I'm currently a vocal music education/performance major with a concentration in opera. I'm not going to lie, it isn't easy. I totally understand what you'll be going through. My best advice is to make sure you take time for yourself. Go to the gym. Get plenty of sleep. Read a book. The performing arts is tough and exhausting. You NEED to be sure not to overcommit yourself (like I did). At my school, the theater department parties HARD... dont feel like you have to go out to every party. Its ok if you stay in to watch a movie.Best of luck.


----------



## jazz bass (Mar 27, 2010)

for me, music is my drug. I'm a musician, music major, play a TON of gigs, and love it.
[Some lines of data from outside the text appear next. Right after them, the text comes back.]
#[cfg(test)]
mod tests {
    use super::*;

    /// Deterministic noise: a 64-bit linear congruential generator (Knuth's MMIX constants)
    /// summed over 12 draws for an approximately Gaussian value of unit variance.
    pub(crate) struct Noise(u64);
    impl Noise {
        pub(crate) fn new(seed: u64) -> Self {
            Noise(seed)
        }
        fn uniform(&mut self) -> f64 {
            self.0 = self
                .0
                .wrapping_mul(6364136223846793005)
                .wrapping_add(1442695040888963407);
            (self.0 >> 11) as f64 / (1u64 << 53) as f64
        }
        pub(crate) fn gauss(&mut self) -> f64 {
            (0..12).map(|_| self.uniform()).sum::<f64>() - 6.0
        }
    }

    fn ring(
        alpha: f64,
        omega: f64,
        n: usize,
        dt: f64,
        noise_v: f64,
        seed: u64,
    ) -> (Vec<f64>, Vec<f64>) {
        let mut g = Noise::new(seed);
        let t: Vec<f64> = (0..n).map(|i| i as f64 * dt).collect();
        let y = t
            .iter()
            .map(|&t| damped_sine([80.0, 25.0, alpha, omega, 12.0], t) + noise_v * g.gauss())
            .collect();
        (t, y)
    }

    /// The start scan compiled for AVX2 (taken on a machine that has it) gives the bits
    /// the baseline build gives, with and without a fixed offset.
    #[test]
    fn the_start_scan_is_the_same_either_way_it_is_compiled() {
        let omega = std::f64::consts::TAU * 2e6;
        let (t, y) = ring(0.05 * omega, omega, 400, 10e-9, 0.5, 11);
        let ts: Vec<f64> = t.iter().map(|t| t * omega * 0.9).collect();
        let ys: Vec<f64> = y.iter().map(|v| (v - 11.0) / 90.0).collect();
        let plan = StepPlan::new(&ts);
        let zetas = [0.002, 0.01, 0.03, 0.08, 0.2, 0.4, 0.05];
        for c_fixed in [None, Some(0.0)] {
            let targets = Targets::of(&ys, c_fixed);
            let grid = StartGrid {
                t: &ts,
                plan: &plan,
                targets: &targets,
                zetas: &zetas,
                n_grid: 40,
                c_fixed,
            };
            let bits = |b: Option<(f64, f64, [f64; 3], f64)>| {
                b.map(|(a, w, c, s)| [a, w, c[0], c[1], c[2], s].map(f64::to_bits))
            };
            let got = bits(scan_start(&grid));
            assert!(got.is_some());
            assert_eq!(got, bits(scan_start_on(&grid)), "{c_fixed:?}");
        }
    }

    #[test]
    fn recovers_alpha_and_omega_from_starts_off_in_frequency() {
        // Analytic damped sine: f_d = 2 MHz, zeta about 0.05, sampled at 100 MS/s over
        // 5 us (10 periods), 0.5 V noise on an 84 V first lobe.
        let omega = std::f64::consts::TAU * 2e6;
        let alpha = 0.05 * omega;
        let (t, y) = ring(alpha, omega, 500, 10e-9, 0.5, 7);
        for factor in [0.7, 0.8, 0.9, 1.1, 1.2, 1.3] {
            let fit = fit_damped_sine(
                &t,
                &y,
                &RingStart {
                    omega_d_rad_s: omega * factor,
                    alpha_per_s: 0.0,
                    v_off: 11.0,
                    fit_offset: true,
                },
            )
            .unwrap();
            assert!(
                (fit.omega_d_rad_s / omega - 1.0).abs() < 1e-3,
                "start x{factor}: {fit:?}"
            );
            assert!(
                (fit.alpha_per_s / alpha - 1.0).abs() < 0.02,
                "start x{factor}: {fit:?}"
            );
            assert!((fit.v_off - 12.0).abs() < 0.1);
            assert!(fit.rms_v < 0.6 && fit.rms_v > 0.4, "rms {}", fit.rms_v);
            assert!(fit.n_evals < 60, "{} evaluations", fit.n_evals);
            // The standard error must cover the true value at about 3 sigma.
            let se = fit.std_err.omega_d_rad_s.unwrap();
            assert!((fit.omega_d_rad_s - omega).abs() < 4.0 * se + 1.0);
        }
    }

    #[test]
    fn derived_quantities_follow_their_definitions() {
        let omega = 1e6;
        let alpha = 2e5;
        let (t, y) = ring(alpha, omega, 400, 2e-8, 0.0, 1);
        let fit = fit_damped_sine(
            &t,
            &y,
            &RingStart {
                omega_d_rad_s: omega,
                alpha_per_s: alpha,
                v_off: 12.0,
                fit_offset: false,
            },
        )
        .unwrap();
        // omega_0 = sqrt(omega_d^2 + alpha^2), zeta = alpha / omega_0, Q = 1 / (2 zeta)
        // (second-order system, any circuits textbook): here omega_0 = 1.0198039e6.
        assert!((fit.omega_0_rad_s - 1.019_803_9e6).abs() < 1.0);
        assert!((fit.damping_ratio - 0.196_116_1).abs() < 1e-6);
        assert!((fit.q_factor.unwrap() - 2.549_509_8).abs() < 1e-5);
        assert!(fit.rms_v < 1e-6);
    }

    #[test]
    fn zero_crossings_give_the_frequency() {
        let omega = std::f64::consts::TAU * 1e5;
        let alpha = 0.03 * omega;
        let dt = 1e-7;
        let u: Vec<f64> = (0..1000)
            .map(|i| damped_sine([100.0, 0.0, alpha, omega, 0.0], i as f64 * dt))
            .collect();
        let est = estimate_ring(&u, dt, 3.0, &|_| false).unwrap();
        assert!((est.freq_hz / 1e5 - 1.0).abs() < 0.01, "{est:?}");
        let a = est.alpha_per_s.unwrap();
        assert!((a / alpha - 1.0).abs() < 0.05, "{a} vs {alpha}");
    }

    #[test]
    fn exponential_decay_recovers_tau() {
        let mut g = Noise::new(3);
        let tau = 1.25e-3;
        let t: Vec<f64> = (0..300).map(|i| i as f64 * 2e-5).collect();
        let y: Vec<f64> = t
            .iter()
            .map(|&t| 12.0 + 30.0 * (-t / tau).exp() + 0.05 * g.gauss())
            .collect();
        let fit = fit_exponential(&t, &y, 12.3, 0.5e-3, true).unwrap();
        assert!((fit.tau_s / tau - 1.0).abs() < 0.01, "{fit:?}");
        assert!((fit.v_off - 12.0).abs() < 0.02);
        assert!(fit.tau_std_s.unwrap() < 0.01 * tau);
    }

    #[test]
    fn noise_estimate_is_near_the_truth() {
        let mut g = Noise::new(11);
        let v: Vec<f64> = (0..5000)
            .map(|i| (i as f64 * 0.01).sin() * 5.0 + 0.2 * g.gauss())
            .collect();
        let s = noise_sigma(&v);
        assert!((s / 0.2 - 1.0).abs() < 0.1, "{s}");
    }

    /// The estimate from keys made in one loop is the definition's to the bit: the
    /// median of the finite second differences' magnitudes, times 1.4826 / sqrt(6), with
    /// NaN and infinities (which make their differences not finite) left out, and none
    /// at all from a record of them.
    #[test]
    fn noise_estimate_leaves_out_what_is_not_finite() {
        let definition = |v: &[f64]| {
            let mut d: Vec<f64> = v
                .windows(3)
                .map(|w| (w[2] - 2.0 * w[1] + w[0]).abs())
                .filter(|x| x.is_finite())
                .collect();
            if d.is_empty() {
                return 0.0;
            }
            let mid = d.len() / 2;
            let m = *d.select_nth_unstable_by(mid, f64::total_cmp).1;
            1.4826 * m / 6f64.sqrt()
        };
        let mut g = Noise::new(3);
        let mut v: Vec<f64> = (0..999).map(|_| 0.05 * g.gauss()).collect();
        assert_eq!(noise_sigma(&v).to_bits(), definition(&v).to_bits());
        for (at, x) in [
            (0, f64::NAN),
            (500, f64::INFINITY),
            (998, f64::NEG_INFINITY),
        ] {
            v[at] = x;
            assert_eq!(
                noise_sigma(&v).to_bits(),
                definition(&v).to_bits(),
                "{x} at {at}"
            );
        }
        assert_eq!(noise_sigma(&[f64::NAN; 10]), 0.0);
    }
}
#[cfg(test)]
mod lm_alone {
    use super::*;

    /// Without the frequency scan: Levenberg-Marquardt alone, from amplitudes solved at the
    /// wrong frequency and zero decay, must reach the true frequency (or its mirror image,
    /// the same curve with omega and B negated) from starts 10-30 % off. The analytic
    /// signal is the source of the expected value.
    #[test]
    fn levenberg_marquardt_alone_converges_from_starts_off_in_frequency() {
        let omega = std::f64::consts::TAU * 2e6;
        let alpha = 0.05 * omega;
        let dt = 10e-9;
        let t: Vec<f64> = (0..500).map(|i| i as f64 * dt).collect();
        let y: Vec<f64> = t
            .iter()
            .map(|&t| damped_sine([80.0, 25.0, alpha, omega, 12.0], t))
            .collect();
        for f in [0.7, 0.8, 0.9, 1.1, 1.2, 1.3] {
            let w0 = omega * f;
            let ts: Vec<f64> = t.iter().map(|t| t * w0).collect();
            let ys: Vec<f64> = y.iter().map(|v| (v - 12.0) / 84.0).collect();
            let (coef, _) = linear_part(&ts, &ys, 0.0, 1.0, None).unwrap();
            let r = lm::minimize(
                &[coef[0], coef[1], 0.0, 1.0, coef[2]],
                500,
                &LmOptions::default(),
                |p, r, jac| {
                    let mut jac = jac;
                    for i in 0..500 {
                        let tt = ts[i];
                        let e = (-p[2] * tt).exp();
                        let (s, c) = (p[3] * tt).sin_cos();
                        let osc = p[0] * c + p[1] * s;
                        r[i] = p[4] + e * osc - ys[i];
                        if let Some(j) = jac.as_deref_mut() {
                            let row = &mut j[i * 5..(i + 1) * 5];
                            row[0] = e * c;
                            row[1] = e * s;
                            row[2] = -tt * e * osc;
                            row[3] = e * tt * (-p[0] * s + p[1] * c);
                            row[4] = 1.0;
                        }
                    }
                    true
                },
            )
            .unwrap();
            let ratio = (r.params[3] * w0 / omega).abs();
            assert!((ratio - 1.0).abs() < 1e-6, "start x{f}: ratio {ratio}");
            assert!(r.n_evals < 150, "start x{f}: {} evaluations", r.n_evals);
        }
    }
}
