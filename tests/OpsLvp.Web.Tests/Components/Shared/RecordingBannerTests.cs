using Bunit;
using OpsLvp.Web.Components.Shared;
using OpsLvp.Web.Live;
using OpsLvp.Web.Tests.Components.Testing;

namespace OpsLvp.Web.Tests.Components.Shared;

/// <summary>The "NOT RECORDING since" banner every live screen carries (docs/reliability.md "Storage faults"). Times are invented.</summary>
public sealed class RecordingBannerTests : LiveComponentTest
{
    [Fact]
    public void WhileRecording_ShowsNothing()
    {
        SignedOut();
        Live.Set(TestSnapshots.Make(1) with { Recording = RecordingView.Ok });
        var cut = Render<RecordingBanner>();
        Assert.Empty(cut.FindAll("[data-testid=not-recording]"));
    }

    [Fact]
    public void NotRecording_SaysSinceWhenToTheSecond_AndWhy()
    {
        SignedOut();
        var since = TestSnapshots.T0.AddMinutes(4).AddSeconds(7);
        Live.Set(TestSnapshots.Make(1) with { Recording = new RecordingView(false, since, "audit entries not committed: database or disk is full") });
        var cut = Render<RecordingBanner>();
        var banner = cut.Find("[data-testid=not-recording]");
        Assert.Equal("NOT RECORDING since 03:04:07Z", banner.QuerySelector("strong")!.TextContent);
        Assert.Contains("database or disk is full", banner.TextContent, StringComparison.Ordinal);
    }

    [Fact]
    public async Task WhenRecordingResumes_TheBannerGoes()
    {
        SignedOut();
        Live.Set(TestSnapshots.Make(1) with { Recording = new RecordingView(false, TestSnapshots.T0, "disk full (invented)") });
        var cut = Render<RecordingBanner>();
        Assert.Single(cut.FindAll("[data-testid=not-recording]"));
        await Live.PublishAsync(TestSnapshots.Make(2) with { Recording = RecordingView.Ok });
        cut.WaitForAssertion(() => Assert.Empty(cut.FindAll("[data-testid=not-recording]")), TimeSpan.FromSeconds(10));
    }
}
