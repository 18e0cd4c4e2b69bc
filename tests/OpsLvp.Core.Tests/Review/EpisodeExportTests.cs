using OpsLvp.Core.Audit;
using OpsLvp.Core.Engine;
using OpsLvp.Core.Engine.Replay;
using OpsLvp.Core.Review;

namespace OpsLvp.Core.Tests.Review;

public sealed class EpisodeExportTests
{
    private static readonly ReviewFixtures Night = ReviewFixtures.DemoNight;

    [Fact]
    public void DemoNight_HasOneFinishedEpisode_WithTheRecordedTransitionTimes()
    {
        // Expected times: `opslvp replay` on the invented demo night (seed-demo/README.md, after RVR derivation).
        var episode = Assert.Single(Night.Episodes);
        Assert.Equal(
            ["20:37:06 normal>preparation", "21:42:06 preparation>active", "00:44:00 active>cancellation", "01:25:00 cancellation>normal"],
            episode.Transitions.Select(t => $"{t.At:HH:mm:ss} {Name(t.From)}>{Name(t.To)}"));
        Assert.Equal(Phase.Active, episode.DeepestPhase);
        Assert.NotNull(episode.End);
    }

    [Fact]
    public void Export_ReimportedAndReplayed_GivesTheRecordedTransitions()
    {
        var json = Night.Export().ToJson();
        var back = EpisodeExport.Parse(json);

        var replayed = back.Replay().Events.OfType<PhaseTransition>()
            .Select(t => (t.At, t.From, t.To, t.By, t.Actor)).ToList();
        var recorded = Night.Episodes[0].Transitions
            .Select(t => (t.At, t.From, t.To, By: t.By == "auto" ? TransitionBy.Auto : TransitionBy.Manual, t.Actor)).ToList();

        Assert.Equal(recorded, replayed);
        Assert.Equal(Night.Profile.Version, back.Profile.Version);
        Assert.Equal(Night.Profile.Thresholds, back.Profile.Thresholds);
    }

    [Fact]
    public void Export_KeepsTheEpisodesTicksAsActions()
    {
        var export = EpisodeExport.Parse(Night.Export().ToJson());

        var ticks = export.Actions.Where(a => a.Action == "tick").ToList();
        // The demo actions file ticks k.marlow's prep-rvr-check at 20:40 (seed-demo/scenarios/demo-night.actions.csv, invented).
        Assert.Contains(ticks, a => a.Target == "prep-rvr-check" && a.Actor == "k.marlow" && a.Value == "airside-ops" && a.Time.ToString("HH:mm") == "20:40");
        Assert.Equal(Night.Events.Count(e => e.Name == "item_ticked" && e.At >= export.Start && e.At <= export.End), ticks.Count);
    }

    [Fact]
    public void ExportedAudit_Unchanged_Verifies()
    {
        var export = EpisodeExport.Parse(Night.Export().ToJson());

        var result = export.VerifyAudit();

        Assert.True(result.Ok, result.Detail);
        Assert.True(export.Audit.Count > 10);
        Assert.Equal(export.Audit.Count, result.Entries);
    }

    [Fact]
    public void ExportedAudit_OneByteChanged_IsCaughtNamingTheEntry()
    {
        var export = Night.Export();
        var target = export.Audit[export.Audit.Count / 2];
        var json = export.ToJson();
        // Change one byte of that entry's payload: the actor field inside the payload text.
        var marker = $"\"sequence\": {target.Sequence},";
        var at = json.IndexOf(marker, StringComparison.Ordinal);
        Assert.True(at > 0);
        var payloadAt = json.IndexOf("\"payload_json\": \"{", at, StringComparison.Ordinal) + "\"payload_json\": \"{".Length + 2;
        var tampered = json[..payloadAt] + (json[payloadAt] == 'x' ? 'y' : 'x') + json[(payloadAt + 1)..];

        var result = EpisodeExport.Parse(tampered).VerifyAudit();

        Assert.False(result.Ok);
        Assert.Equal(AuditFailure.HashMismatch, result.Failure);
        Assert.Equal(target.Sequence, result.FirstBadSequence);
        Assert.Contains($"entry {target.Sequence}", result.Detail, StringComparison.Ordinal);
    }

    [Fact]
    public void ExportedAudit_EntryRemoved_IsASequenceGapAtTheMissingNumber()
    {
        var export = Night.Export();
        var removed = export.Audit[3];
        var cut = export with { Audit = export.Audit.Where(a => a.Sequence != removed.Sequence).ToList() };

        var result = EpisodeExport.Parse(cut.ToJson()).VerifyAudit();

        Assert.Equal(AuditFailure.SequenceGap, result.Failure);
        Assert.Equal(removed.Sequence, result.FirstBadSequence);
    }

    [Fact]
    public void Parse_WrongFormat_SaysWhatIsWrong()
    {
        var ex = Assert.Throws<FormatException>(() => EpisodeExport.Parse("{\"format\":\"something-else\"}"));
        Assert.Contains("opslvp.episode.v1", ex.Message, StringComparison.Ordinal);
        var bad = Night.Export().ToJson().Replace("\"kind\": \"rvr\"", "\"kind\": \"fog\"", StringComparison.Ordinal);
        var ex2 = Assert.Throws<FormatException>(() => EpisodeExport.Parse(bad));
        Assert.Contains("unknown kind 'fog'", ex2.Message, StringComparison.Ordinal);
    }

    [Fact]
    public void ReadingsCsv_RoundTripsThroughTheReplayParser()
    {
        var export = Night.Export();

        var csv = ReviewCsv.Readings(export.Readings);
        var back = ReadingsCsv.Parse(csv, "export.csv");

        Assert.Equal(export.Readings, back);
    }

    [Fact]
    public void AuditCsv_HasOneLinePerEntry_WithPayloadQuoted()
    {
        var export = Night.Export();

        var lines = ReviewCsv.Audit(export.Audit).TrimEnd('\n').Split('\n');

        Assert.Equal(ReviewCsv.AuditHeader, lines[0]);
        Assert.Equal(export.Audit.Count + 1, lines.Length);
        var first = export.Audit[0];
        Assert.StartsWith($"{first.Sequence},{AuditCanonical.FormatTime(first.Time)},", lines[1], StringComparison.Ordinal);
        Assert.EndsWith($",{first.PreviousHash},{first.Hash}", lines[1], StringComparison.Ordinal);
        Assert.Contains("\"{\"\"event\"\":", lines[1], StringComparison.Ordinal);
    }

    private static string Name(Phase p) => p.ToString().ToLowerInvariant();
}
I might get a bit antsy or anxious before a big gig, but I get a high once I walk out on stage. I've NEVER had a problem during a performance. And I am very blessed because of it. Right before, or right after, sure... but a 2 hour gig, I'll be fine. Just really get into it, and enjoy the moment. Realize what you're doing is what you love, and try and let that sink in, and that can help you not get too worked up about it. But the beauty of stages, in my experience, are bathrooms are plentiful. At least, there's usually one in the dressing room or near the green room. So if I ever have to, it's not far. are you on any meds?and I just realized this post is like 9 months old. How's college treating you?


----------